A fruit with reddish gold seeds. This is how the pomegranate, known as a fertility symbol, can be described. Under its tough skin are a multitude of small, fleshy seed pods (arils), which are the only parts of the fruit that can be eaten. Used since time immemorial in Middle Eastern cuisine, the pomegranate is both sour and sweet. It has now happily found a place in Western cuisines.

For eating, winter is the best time for pomegranate. Choose a shiny fruit with bright red skin, and one that is heavy, a sign of a juicy fruit. Pomegranate seeds are also available, packed in trays, from certain retailers. You can also find frozen or dried pomegranate seeds, pasteurized or frozen pomegranate puree, and pomegranate juice.

To remove the seeds, the top should be cut off with a good knife. Quarter the fruit and put the pieces into a bowl of water. Then scrape. The seeds will be released and sink to the bottom of the bowl. The pieces of inedible white pith wil float to the surface and are easily removed. Transfer the seeds to a colander, then crush them through a strainer into a bowl, or blend quickly and strain the juice through a fine strainer.

Pomegranates should not be cooked, but their dried seeds can be added to cakes and muffins, just like raisins.
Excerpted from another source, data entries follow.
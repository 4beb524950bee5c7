"""The outline of a sprocket as lines and true arcs, from the form that the simulation ran on."""

from __future__ import annotations

import math
from typing import NamedTuple

import numpy as np

from chainsim.model.tooth import ToothForm


class Piece(NamedTuple):
    """A line or an arc of the outline, walked counterclockwise round the wheel.

    Attributes
    ----------
    start, end : ndarray, shape (2,)
        Its ends in the wheel's frame [m].
    radius : float
        Radius of the arc [m]; 0 for a line.
    sweep : float
        Angle of the arc [rad]: positive where it bulges out (tip), negative in a seat, 0 for a
        line.
    """

    start: np.ndarray
    end: np.ndarray
    radius: float
    sweep: float

    @property
    def bulge(self) -> float:
        """Tangent of a quarter of the sweep (dimensionless), as DXF polylines want it."""
        return math.tan(0.25 * self.sweep)


def outline_pieces(tooth: ToothForm) -> list[Piece]:
    """Cut the whole outline into seats, flanks, roundings and lands.

    Parameters
    ----------
    tooth : ToothForm
        The form.

    Returns
    -------
    list of Piece
        Closed, counterclockwise, starting with the arc of seat 0.
    """
    corners, arcs = _sector(tooth)
    points, radii, sweeps = [], [], []
    for k in range(tooth.teeth):
        points += list(_turned(corners, 2.0 * tooth.half_angle * k))
        radii += [radius for radius, _ in arcs]
        sweeps += [sweep for _, sweep in arcs]
    ends = points[1:] + points[:1]
    return [Piece(*values) for values in zip(points, ends, radii, sweeps, strict=True)]


def _sector(tooth: ToothForm) -> tuple[np.ndarray, list[tuple[float, float]]]:
    """Return the corners from seat 0 to seat 1 [m], and radius and sweep of what follows each."""
    lean, half = tooth.lean, tooth.half_angle
    seat_arc = tooth.roller_radius + tooth.seat_clearance
    seat_end = np.array([tooth.seat_radius - seat_arc * math.sin(lean), seat_arc * math.cos(lean)])
    flank = tooth.flank_end * np.array([tooth.cos_lean, tooth.sin_lean])
    corner = np.array([tooth.seat_radius + tooth.corner_u, tooth.corner_w])
    tip = corner + tooth.corner_radius * np.array([math.cos(half), math.sin(half)])
    mirror = np.array(
        [
            [math.cos(2.0 * half), math.sin(2.0 * half)],
            [math.sin(2.0 * half), -math.cos(2.0 * half)],
        ]
    )
    here = [seat_end * [1.0, -1.0], seat_end, seat_end + flank, tip]
    over = [mirror @ tip, mirror @ (seat_end + flank)]
    rounding = (tooth.corner_radius, 0.5 * math.pi - tooth.pressure_angle)
    seat, line = (seat_arc, 2.0 * lean - math.pi), (0.0, 0.0)
    if tooth.has_land:
        return np.array(here + over), [seat, line, rounding, line, rounding, line]
    return np.array(here + over[1:]), [seat, line, rounding, rounding, line]


def _turned(points: np.ndarray, angle: float) -> np.ndarray:
    cos, sin = math.cos(angle), math.sin(angle)
    return points @ np.array([[cos, sin], [-sin, cos]])


def seat_places(tooth: ToothForm) -> np.ndarray:
    """Return the centers of seated pins: the corners of the pitch polygon.

    Parameters
    ----------
    tooth : ToothForm
        The form.

    Returns
    -------
    ndarray, shape (teeth, 2)
        In the wheel's frame, counterclockwise from +x [m].
    """
    angle = 2.0 * tooth.half_angle * np.arange(tooth.teeth)
    return tooth.pitch_radius * np.column_stack([np.cos(angle), np.sin(angle)])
Pomegranate is more easily consumed as juice. But its fresh or dried arils (seed pods) can be added to drinks, such as smoothies, fruit or green salads, and to rice or other cereals. Briskly sautéed, the seeds make an excellent accompaniment for roasted meat, chicken, fish and shellfish, and vegetables.

The thick skin of a pomegranate protects the seeds from quickly deteriorating. A pomegranate can be stored at room temperature or in the refrigerator for up to three weeks. Once removed, the seeds are easy to freeze.
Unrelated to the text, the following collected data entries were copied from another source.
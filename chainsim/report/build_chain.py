"""The chain and its carriers on the build sheet: links, spares, places, the pocket to make."""

from __future__ import annotations

import math
from collections.abc import Iterator

import numpy as np

from chainsim.report.build_case import Case
from chainsim.report.build_line import DRAWN, PRACTICE, Line, Part
from chainsim.report.build_pocket import pocket_svg, swept_radius
from chainsim.report.build_spares import spare_parts
from chainsim.units import format_si

ORIGIN_TEXTS = {
    "given": "stated in the scenario",
    "kind": "from chainsim's own kind of chain",
    "assumed": "assumed",
    "bench": "measured on the bench",
}

CHAIN_KEYS = (
    ("pitch, pin to pin", "chain.pitch", "m", "length"),
    (
        "diameter of the rollers or pins that touch the teeth",
        "chain.roller_diameter",
        "m",
        "length",
    ),
    ("mass of one link", "chain.link_mass", "kg", "mass"),
    ("stiffness of one link, along the chain", "chain.link_stiffness", "N/m", "stiffness"),
    ("tension a link must bear all day", "chain.allowable_tension", "N", "force"),
    ("radius of the pin in its joint", "chain.joint.pin_radius", "m", "length"),
    ("coefficient of friction in the joint", "chain.joint.friction", "1", ""),
)
"""Item, dotted key, unit on the sheet, kind of quantity of each property of the chain."""


def chain_part(case: Case) -> Part:
    """Write what the chain is and how many links it has.

    Parameters
    ----------
    case : Case
        The lift.
    """
    chain = case.scenario.chain
    kind = (
        f" The kind {chain.kind!r} is chainsim's own name for a class of chain, not a product: any "
        "chain that meets these figures will do, and one that does not asks for a new simulation."
        if chain.kind
        else ""
    )
    return Part(
        "chain",
        "Chain",
        f"One closed loop, all links alike.{kind}",
        (*_count_lines(case), *_property_lines(case)),
    )


def _count_lines(case: Case) -> Iterator[Line]:
    n = case.lift.n_links
    every = case.scenario.carriers.every if case.scenario.carriers is not None else 1
    spares = spare_parts(n, every)
    yield Line("links in the loop", n, "1", DRAWN, "count them twice before closing the loop")
    yield Line("spare links", spares, "1", PRACTICE, f"order {n + spares} in all")
    yield Line(
        "length of the loop, new",
        case.loop,
        "m",
        DRAWN,
        "measured taut, off the lift, between the pins that will be joined; links × pitch",
        digits=5,
    )
    mass = n * case.scenario.chain.link_mass
    yield Line("mass of the bare loop", mass, "kg", DRAWN, "a quick check of the count: weigh it")
    if n % 2:
        yield Line(
            "odd number of links", "yes", note="alternating inner and outer links cannot close it"
        )


def _property_lines(case: Case) -> Iterator[Line]:
    for item, key, unit, kind in CHAIN_KEYS:
        origin = case.scenario.origins().get(key)
        if origin is None or origin.typical is None:
            continue
        note, low, high = ORIGIN_TEXTS[origin.source], origin.low, origin.high
        is_open = low is None or high is None or low == high
        if key == "chain.allowable_tension":
            low, high = origin.typical, None
            note += "; a stronger chain is as good"
        elif is_open:
            low = high = None
        else:
            note += "; chains of this kind lie within the band"
        yield Line(item, origin.typical, unit, "scenario", note, low, high)


def carriers_part(case: Case) -> Part | None:
    """Write the carriers, their links, and the pocket to make.

    Parameters
    ----------
    case : Case
        The lift.

    Returns
    -------
    Part or None
        None for a lift without carriers.
    """
    carriers = case.scenario.carriers
    if carriers is None:
        return None
    drawings = ()
    if case.lift.pocket is not None:
        caption = (
            "The pocket in the frame of its link, for a strand that rises: the chain runs upward, "
            "a is upward from the link's lower pin, b is away from the loop."
        )
        drawings = ((caption, pocket_svg(case.lift, case.is_from_back)),)
    return Part(
        "carriers",
        "Carriers and their places",
        "Every carrier is rigid on one link and must neither touch the next link nor reach the "
        "sprocket. Links are counted in the direction of travel from any link; what counts is the "
        "spacing.",
        (*_place_lines(case), *_pocket_lines(case)),
        drawings,
    )


def _place_lines(case: Case) -> Iterator[Line]:
    carriers, links = case.scenario.carriers, case.lift.carrier_links
    count, spares = len(links), spare_parts(len(links))
    yield Line("carriers", count, "1", DRAWN)
    yield Line("spare carriers", spares, "1", PRACTICE, f"make {count + spares} in all")
    if carriers.at is None:
        yield Line("a carrier on every", f"{_ordinal(carriers.every)} link")
        pitch = case.scenario.chain.pitch
        yield Line("spacing of the carriers", carriers.every * pitch, "m", DRAWN)
        left_over = case.lift.n_links - count * carriers.every
        if left_over:
            yield Line("links left over in the last gap", left_over, "1", DRAWN)
    yield Line("links that hold a carrier", link_list(links), source=DRAWN, note="first link is 0")
    yield Line("mass of one carrier, empty", carriers.mass, "kg")


def _pocket_lines(case: Case) -> Iterator[Line]:
    pocket, form = case.scenario.carriers.pocket, case.lift.pocket
    if pocket.outline is None:
        yield Line("length of the floor, back to lip", pocket.floor, "m")
        yield Line("height of the lip over the floor", pocket.lip, "m")
        yield Line("height of the back over the floor", pocket.back, "m")
        yield Line("tilt of the floor, lip end up", pocket.tilt, "rad")
        yield Line("line of the pins to the back of the pocket", pocket.offset, "m")
    yield Line("thickness of the material", pocket.wall, "m")
    if form is None:
        return
    for number, (a, b) in enumerate(form.outline, 1):
        yield Line(
            f"inner corner {number} of the pocket: a, b",
            f"{1e3 * a:.2f}, {1e3 * b:.2f} mm",
            source=DRAWN,
            note="inner surface, on the side of the ball" if number == 1 else "",
        )
    yield Line(
        "center of a ball at rest: a, b",
        f"{1e3 * form.seat[0]:.2f}, {1e3 * form.seat[1]:.2f} mm",
        source=DRAWN,
    )
    yield Line("play of the ball along the floor", form.play, "m", DRAWN)
    for wheel in case.lift.wheels:
        yield Line(
            f"radius swept by carriers round {wheel.name}",
            swept_radius(case.lift, wheel),
            "m",
            DRAWN,
            "keep everything that stands outside it, balls not counted",
        )


def link_list(links: np.ndarray) -> str:
    """Write link numbers, an even row by its ends.

    Parameters
    ----------
    links : ndarray of int, shape (n_carriers,)
        Numbers of links (dimensionless).

    Returns
    -------
    str
        Such as ``"0, 4, 8, … 108"``.
    """
    steps = set(np.diff(links))
    if len(links) > 6 and len(steps) == 1:
        return f"{links[0]}, {links[1]}, {links[2]}, … {links[-1]}"
    return ", ".join(str(link) for link in links)


def _ordinal(number: int) -> str:
    endings = {1: "st", 2: "nd", 3: "rd"}
    ending = "th" if 10 <= number % 100 <= 20 else endings.get(number % 10, "th")
    return f"{number}{ending}"


def balls_part(case: Case) -> Part | None:
    """Write the balls, where they are set down and where they leave.

    Parameters
    ----------
    case : Case
        The lift.

    Returns
    -------
    Part or None
        None for a lift without balls.
    """
    balls = case.scenario.balls
    if balls is None or case.lift.pocket is None:
        return None
    lines = [
        Line("diameter of a ball", balls.diameter, "m"),
        Line("mass of a ball", balls.mass, "kg", note=balls.material or ""),
        Line("way of feeding", balls.feed.kind),
    ]
    if balls.feed.rate is not None:
        lines.append(Line("balls fed", balls.feed.rate, "s-1", note=_jitter_text(balls.feed)))
    return Part(
        "balls",
        "Balls, feed and discharge",
        "Places are those of the drawing: right and up from its origin.",
        (*lines, *_feed_lines(case), *_discharge_lines(case)),
    )


def _jitter_text(feed) -> str:
    return f"each up to {format_si(feed.jitter, 'time')} early or late" if feed.jitter else ""


def _feed_lines(case: Case) -> Iterator[Line]:
    feed, lift = case.scenario.balls.feed, case.lift
    if feed.at is not None:
        x, y = case.across(feed.at[0]), feed.at[1]
        yield Line(f"{feed.kind}: mouth or lower end", _place(x, y))
    if feed.kind == "trough":
        yield Line("slope of the trough, down toward the chain", feed.slope, "rad")
    for strand in lift.strands:
        if not strand.carrying:
            continue
        for what, height in (("is set down", lift.load_height), ("leaves", lift.unload_height)):
            place = _ball_at(case, strand.start, height)
            yield Line(
                f"center of a ball where it {what}, strand {strand.name}",
                _place(case.across(place[0]), place[1]),
                source=DRAWN,
                note="in a pocket that passes this height, at rest in its seat",
            )


def _ball_at(case: Case, start: int, height: float) -> np.ndarray:
    """Return the center of a seated ball on a strand as laid, its link's middle at a height [m]."""
    sized, lift = case.sized, case.lift
    path = sized.path if sized is not None else lift.route
    along = path.direction[start]
    outward = np.array([along[1], -along[0]])
    rise = float(along @ np.asarray(lift.up))
    foot = float(path.start[start] @ np.asarray(lift.up))
    return path.start[start] + (height - foot) / rise * along + lift.pocket.seat[1] * outward


def _discharge_lines(case: Case) -> Iterator[Line]:
    mouth = case.scenario.balls.discharge
    if mouth is None:
        yield Line("discharge chute", "not stated", note="simulated as one that suits the speed")
        return
    x, y = case.across(mouth.at[0]), mouth.at[1]
    yield Line("lower edge of the discharge mouth", _place(x, y))
    yield Line("opening, straight up from it", mouth.mouth, "m")
    yield Line("slope of the chute, down away from the lift", mouth.slope, "rad")
    lip = f"{math.degrees(mouth.slope):.1f}°"
    yield Line("floor of the chute", f"starts at the lower edge and falls at {lip}", source=DRAWN)


def _place(x: float, y: float) -> str:
    return f"{1e3 * x + 0.0:.1f}, {1e3 * y + 0.0:.1f} mm"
Pomegranate is the fruit with the highest content of different antioxidants. Drinking pomegranate juice regularly can help to prevent cardiovascular diseases and possible certain types of cancer.

There are many varieties of pomegranate, but only two varieties are sold in France, Gordo de Javita and Mollar de Elche, because they are the least bitter and also the sweetest.